>>>

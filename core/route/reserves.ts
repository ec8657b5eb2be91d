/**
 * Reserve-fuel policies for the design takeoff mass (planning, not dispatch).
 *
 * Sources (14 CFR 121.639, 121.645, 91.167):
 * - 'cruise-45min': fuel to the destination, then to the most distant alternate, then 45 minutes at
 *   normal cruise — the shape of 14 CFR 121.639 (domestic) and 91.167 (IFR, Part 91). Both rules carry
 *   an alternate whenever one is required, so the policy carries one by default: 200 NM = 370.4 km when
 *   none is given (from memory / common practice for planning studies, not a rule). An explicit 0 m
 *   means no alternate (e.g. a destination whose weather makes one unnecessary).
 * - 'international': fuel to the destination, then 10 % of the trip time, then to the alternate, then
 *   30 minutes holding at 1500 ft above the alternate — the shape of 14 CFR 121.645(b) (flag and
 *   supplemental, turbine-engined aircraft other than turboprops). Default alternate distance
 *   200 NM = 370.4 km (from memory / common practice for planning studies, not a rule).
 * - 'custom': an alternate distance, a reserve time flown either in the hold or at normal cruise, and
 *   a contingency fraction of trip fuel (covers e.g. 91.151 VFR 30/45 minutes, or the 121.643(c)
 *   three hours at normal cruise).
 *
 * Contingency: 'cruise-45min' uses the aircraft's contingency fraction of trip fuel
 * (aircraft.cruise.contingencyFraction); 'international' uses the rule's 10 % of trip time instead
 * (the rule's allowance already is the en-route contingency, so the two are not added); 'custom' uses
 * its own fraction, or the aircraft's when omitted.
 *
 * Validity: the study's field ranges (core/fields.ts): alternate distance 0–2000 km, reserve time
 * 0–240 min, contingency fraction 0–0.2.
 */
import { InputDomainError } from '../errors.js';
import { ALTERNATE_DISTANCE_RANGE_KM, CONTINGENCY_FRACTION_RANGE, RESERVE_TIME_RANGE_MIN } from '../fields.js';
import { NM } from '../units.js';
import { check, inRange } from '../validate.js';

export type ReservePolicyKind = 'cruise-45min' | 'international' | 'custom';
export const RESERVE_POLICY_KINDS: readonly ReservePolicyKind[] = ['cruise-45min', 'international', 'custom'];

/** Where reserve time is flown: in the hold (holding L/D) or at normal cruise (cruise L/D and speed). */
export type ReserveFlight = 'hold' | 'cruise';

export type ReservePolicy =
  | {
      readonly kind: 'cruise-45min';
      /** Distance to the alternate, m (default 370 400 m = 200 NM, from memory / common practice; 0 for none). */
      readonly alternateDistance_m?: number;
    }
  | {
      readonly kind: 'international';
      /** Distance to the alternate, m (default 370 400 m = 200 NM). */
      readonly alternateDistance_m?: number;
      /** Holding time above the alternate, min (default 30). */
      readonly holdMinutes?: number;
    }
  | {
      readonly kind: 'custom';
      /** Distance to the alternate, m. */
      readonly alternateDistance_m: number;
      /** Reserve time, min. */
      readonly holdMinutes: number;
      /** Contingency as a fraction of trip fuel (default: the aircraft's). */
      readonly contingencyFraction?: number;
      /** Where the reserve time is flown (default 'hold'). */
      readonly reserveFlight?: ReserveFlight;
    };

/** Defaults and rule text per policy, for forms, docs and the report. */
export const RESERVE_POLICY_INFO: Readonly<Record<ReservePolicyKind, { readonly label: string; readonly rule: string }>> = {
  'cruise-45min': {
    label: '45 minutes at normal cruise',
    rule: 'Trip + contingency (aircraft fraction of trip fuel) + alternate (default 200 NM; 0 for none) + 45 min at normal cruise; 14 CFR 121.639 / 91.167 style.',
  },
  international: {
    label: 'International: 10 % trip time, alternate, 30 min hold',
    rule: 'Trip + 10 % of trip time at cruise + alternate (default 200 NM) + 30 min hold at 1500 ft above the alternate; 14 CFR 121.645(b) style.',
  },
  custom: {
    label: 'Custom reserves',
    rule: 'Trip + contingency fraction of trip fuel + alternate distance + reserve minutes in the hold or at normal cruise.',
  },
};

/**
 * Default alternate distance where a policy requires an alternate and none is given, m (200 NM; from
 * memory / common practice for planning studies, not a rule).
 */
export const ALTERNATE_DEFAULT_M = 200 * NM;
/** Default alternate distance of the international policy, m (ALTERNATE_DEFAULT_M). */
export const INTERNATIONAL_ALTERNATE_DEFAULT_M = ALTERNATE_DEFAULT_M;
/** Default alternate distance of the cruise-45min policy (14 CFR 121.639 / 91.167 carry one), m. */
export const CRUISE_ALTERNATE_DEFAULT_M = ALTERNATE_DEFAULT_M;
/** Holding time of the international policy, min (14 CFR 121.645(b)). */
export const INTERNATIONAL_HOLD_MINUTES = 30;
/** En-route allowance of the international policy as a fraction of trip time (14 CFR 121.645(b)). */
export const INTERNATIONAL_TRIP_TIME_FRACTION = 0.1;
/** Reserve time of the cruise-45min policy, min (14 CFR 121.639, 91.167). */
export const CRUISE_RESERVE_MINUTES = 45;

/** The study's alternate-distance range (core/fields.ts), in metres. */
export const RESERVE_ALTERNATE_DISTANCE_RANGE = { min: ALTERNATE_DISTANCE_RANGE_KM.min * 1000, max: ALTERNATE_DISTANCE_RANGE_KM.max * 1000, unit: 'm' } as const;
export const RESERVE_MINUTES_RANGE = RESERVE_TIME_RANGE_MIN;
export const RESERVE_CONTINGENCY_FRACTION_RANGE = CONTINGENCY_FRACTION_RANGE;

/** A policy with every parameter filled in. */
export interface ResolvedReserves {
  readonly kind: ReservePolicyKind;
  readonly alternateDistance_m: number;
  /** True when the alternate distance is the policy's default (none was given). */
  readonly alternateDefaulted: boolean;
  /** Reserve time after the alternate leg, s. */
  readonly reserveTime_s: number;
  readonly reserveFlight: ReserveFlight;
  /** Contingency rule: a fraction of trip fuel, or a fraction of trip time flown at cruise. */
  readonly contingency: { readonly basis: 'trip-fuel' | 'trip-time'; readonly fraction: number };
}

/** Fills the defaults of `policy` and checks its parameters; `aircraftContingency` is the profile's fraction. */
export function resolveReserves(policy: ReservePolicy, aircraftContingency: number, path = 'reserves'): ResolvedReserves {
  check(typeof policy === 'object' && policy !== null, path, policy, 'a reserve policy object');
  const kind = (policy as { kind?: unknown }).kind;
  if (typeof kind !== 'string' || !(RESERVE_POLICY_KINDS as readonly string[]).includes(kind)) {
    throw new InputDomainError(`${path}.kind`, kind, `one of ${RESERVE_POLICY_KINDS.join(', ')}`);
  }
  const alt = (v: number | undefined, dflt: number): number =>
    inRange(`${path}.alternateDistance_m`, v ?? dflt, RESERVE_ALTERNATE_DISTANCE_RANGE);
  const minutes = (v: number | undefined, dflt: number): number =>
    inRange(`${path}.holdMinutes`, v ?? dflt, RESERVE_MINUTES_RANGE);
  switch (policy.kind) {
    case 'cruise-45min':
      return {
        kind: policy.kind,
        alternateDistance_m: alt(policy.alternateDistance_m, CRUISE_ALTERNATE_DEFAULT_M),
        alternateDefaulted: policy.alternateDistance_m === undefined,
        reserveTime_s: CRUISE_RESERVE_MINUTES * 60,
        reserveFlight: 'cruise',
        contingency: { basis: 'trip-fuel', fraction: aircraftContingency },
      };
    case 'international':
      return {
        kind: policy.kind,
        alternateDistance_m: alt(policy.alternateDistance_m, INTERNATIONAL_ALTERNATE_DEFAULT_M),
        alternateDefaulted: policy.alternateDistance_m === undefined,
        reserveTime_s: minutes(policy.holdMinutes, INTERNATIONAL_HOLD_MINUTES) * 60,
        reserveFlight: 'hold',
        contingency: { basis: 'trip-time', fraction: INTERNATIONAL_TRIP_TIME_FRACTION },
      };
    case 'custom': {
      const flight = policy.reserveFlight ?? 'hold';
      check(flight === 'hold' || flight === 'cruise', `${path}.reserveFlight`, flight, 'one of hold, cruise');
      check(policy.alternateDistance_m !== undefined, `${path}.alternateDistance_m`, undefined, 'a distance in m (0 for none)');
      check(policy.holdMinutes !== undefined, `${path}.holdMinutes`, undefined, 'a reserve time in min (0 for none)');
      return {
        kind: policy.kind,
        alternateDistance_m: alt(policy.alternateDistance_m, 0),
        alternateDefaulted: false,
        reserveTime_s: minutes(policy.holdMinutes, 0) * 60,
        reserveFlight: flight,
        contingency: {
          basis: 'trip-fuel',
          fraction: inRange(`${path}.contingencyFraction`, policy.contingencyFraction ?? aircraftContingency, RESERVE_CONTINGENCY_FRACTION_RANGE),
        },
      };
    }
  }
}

<<<
>>>

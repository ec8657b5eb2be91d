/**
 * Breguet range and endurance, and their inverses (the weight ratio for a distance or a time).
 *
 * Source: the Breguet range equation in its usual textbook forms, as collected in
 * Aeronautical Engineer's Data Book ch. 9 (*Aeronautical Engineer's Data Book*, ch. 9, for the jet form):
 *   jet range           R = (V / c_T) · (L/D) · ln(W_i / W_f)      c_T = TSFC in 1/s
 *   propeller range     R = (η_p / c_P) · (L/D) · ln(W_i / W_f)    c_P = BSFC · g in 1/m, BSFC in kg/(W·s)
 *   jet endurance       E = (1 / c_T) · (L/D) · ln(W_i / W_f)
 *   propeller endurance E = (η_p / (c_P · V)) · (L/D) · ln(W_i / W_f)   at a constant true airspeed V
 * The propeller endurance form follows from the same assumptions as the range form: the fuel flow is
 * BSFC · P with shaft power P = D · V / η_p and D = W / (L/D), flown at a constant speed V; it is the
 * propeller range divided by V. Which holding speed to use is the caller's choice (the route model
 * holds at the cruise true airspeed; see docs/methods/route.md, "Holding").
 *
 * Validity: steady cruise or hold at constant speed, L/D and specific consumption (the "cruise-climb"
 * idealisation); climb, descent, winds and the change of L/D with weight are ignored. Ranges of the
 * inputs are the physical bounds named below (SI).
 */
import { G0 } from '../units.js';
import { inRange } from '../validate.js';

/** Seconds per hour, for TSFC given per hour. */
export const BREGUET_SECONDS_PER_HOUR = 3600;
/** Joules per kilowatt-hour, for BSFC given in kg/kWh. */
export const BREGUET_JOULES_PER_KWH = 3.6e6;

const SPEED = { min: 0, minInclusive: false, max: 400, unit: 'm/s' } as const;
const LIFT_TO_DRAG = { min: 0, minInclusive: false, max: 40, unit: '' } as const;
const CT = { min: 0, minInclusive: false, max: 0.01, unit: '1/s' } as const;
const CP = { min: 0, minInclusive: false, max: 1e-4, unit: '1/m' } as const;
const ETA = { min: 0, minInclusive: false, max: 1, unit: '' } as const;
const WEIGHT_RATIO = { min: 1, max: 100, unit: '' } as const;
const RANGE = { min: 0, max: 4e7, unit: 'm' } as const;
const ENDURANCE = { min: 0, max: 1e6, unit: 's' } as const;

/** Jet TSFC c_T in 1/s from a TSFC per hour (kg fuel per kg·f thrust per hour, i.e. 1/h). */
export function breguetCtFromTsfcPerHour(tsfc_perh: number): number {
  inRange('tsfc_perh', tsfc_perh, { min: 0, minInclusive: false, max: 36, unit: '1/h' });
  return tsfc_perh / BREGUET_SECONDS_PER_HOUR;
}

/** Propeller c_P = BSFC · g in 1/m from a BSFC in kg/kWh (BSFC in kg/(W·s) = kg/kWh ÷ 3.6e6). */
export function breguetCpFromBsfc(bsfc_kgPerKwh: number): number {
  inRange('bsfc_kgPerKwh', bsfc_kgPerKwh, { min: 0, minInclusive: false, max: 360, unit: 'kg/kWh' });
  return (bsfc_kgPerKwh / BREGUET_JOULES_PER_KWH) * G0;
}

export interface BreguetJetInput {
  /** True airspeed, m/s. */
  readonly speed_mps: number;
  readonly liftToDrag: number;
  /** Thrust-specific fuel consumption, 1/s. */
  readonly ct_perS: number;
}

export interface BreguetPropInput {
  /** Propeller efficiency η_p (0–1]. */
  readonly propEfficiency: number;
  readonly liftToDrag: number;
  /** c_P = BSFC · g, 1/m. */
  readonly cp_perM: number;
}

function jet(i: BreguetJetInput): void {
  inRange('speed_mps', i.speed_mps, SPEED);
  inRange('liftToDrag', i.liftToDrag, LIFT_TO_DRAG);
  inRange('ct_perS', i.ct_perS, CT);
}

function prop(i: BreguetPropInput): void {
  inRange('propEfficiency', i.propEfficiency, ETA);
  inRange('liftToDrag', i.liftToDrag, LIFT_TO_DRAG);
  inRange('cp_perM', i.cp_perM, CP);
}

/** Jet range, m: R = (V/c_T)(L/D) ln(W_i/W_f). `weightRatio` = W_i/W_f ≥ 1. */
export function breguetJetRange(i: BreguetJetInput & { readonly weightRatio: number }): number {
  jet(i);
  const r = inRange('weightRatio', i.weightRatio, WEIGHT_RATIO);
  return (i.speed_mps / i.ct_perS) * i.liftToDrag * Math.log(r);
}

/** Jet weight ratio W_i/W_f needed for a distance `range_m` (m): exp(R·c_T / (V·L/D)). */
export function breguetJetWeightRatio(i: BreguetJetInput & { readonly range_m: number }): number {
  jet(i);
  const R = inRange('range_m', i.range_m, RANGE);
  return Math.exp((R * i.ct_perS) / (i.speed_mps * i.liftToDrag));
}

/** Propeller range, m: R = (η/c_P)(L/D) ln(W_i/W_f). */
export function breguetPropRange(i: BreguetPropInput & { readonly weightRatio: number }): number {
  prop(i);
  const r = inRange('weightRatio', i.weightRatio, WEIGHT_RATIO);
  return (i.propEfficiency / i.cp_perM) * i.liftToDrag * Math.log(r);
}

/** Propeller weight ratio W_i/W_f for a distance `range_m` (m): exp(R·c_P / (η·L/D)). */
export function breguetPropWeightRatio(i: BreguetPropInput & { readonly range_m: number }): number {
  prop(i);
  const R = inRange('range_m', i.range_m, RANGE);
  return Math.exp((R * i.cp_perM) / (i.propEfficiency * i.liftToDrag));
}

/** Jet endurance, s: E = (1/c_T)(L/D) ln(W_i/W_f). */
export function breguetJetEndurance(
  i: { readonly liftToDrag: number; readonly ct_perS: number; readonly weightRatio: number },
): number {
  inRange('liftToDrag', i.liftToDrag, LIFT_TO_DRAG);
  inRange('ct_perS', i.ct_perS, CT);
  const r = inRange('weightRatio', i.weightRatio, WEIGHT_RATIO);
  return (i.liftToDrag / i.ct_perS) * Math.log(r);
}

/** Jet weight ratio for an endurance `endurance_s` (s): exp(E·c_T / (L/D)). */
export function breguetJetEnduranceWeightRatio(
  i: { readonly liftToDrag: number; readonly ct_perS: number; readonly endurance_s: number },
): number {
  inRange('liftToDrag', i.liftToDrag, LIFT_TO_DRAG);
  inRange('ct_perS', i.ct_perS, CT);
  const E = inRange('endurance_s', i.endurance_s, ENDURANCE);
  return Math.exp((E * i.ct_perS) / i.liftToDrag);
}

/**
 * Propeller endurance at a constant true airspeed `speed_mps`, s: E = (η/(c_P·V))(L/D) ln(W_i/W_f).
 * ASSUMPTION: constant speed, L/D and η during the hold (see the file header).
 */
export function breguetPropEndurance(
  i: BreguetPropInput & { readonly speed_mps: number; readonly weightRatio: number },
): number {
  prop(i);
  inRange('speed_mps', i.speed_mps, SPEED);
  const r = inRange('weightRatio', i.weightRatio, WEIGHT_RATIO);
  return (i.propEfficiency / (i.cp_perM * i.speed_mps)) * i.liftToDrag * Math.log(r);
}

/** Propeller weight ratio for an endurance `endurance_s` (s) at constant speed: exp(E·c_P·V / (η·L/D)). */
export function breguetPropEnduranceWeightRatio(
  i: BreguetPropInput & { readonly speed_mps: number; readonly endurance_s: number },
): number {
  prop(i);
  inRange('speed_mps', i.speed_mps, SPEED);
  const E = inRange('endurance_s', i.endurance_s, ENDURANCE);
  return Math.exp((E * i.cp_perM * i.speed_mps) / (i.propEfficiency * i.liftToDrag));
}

<<<

■ **EXERCISE PROMPT**
Where in the listing does the string "case" appear? Copy every line that has it.

■ **WRITTEN SOLUTION**
    case 'cruise-45min':
    case 'international':
    case 'custom': {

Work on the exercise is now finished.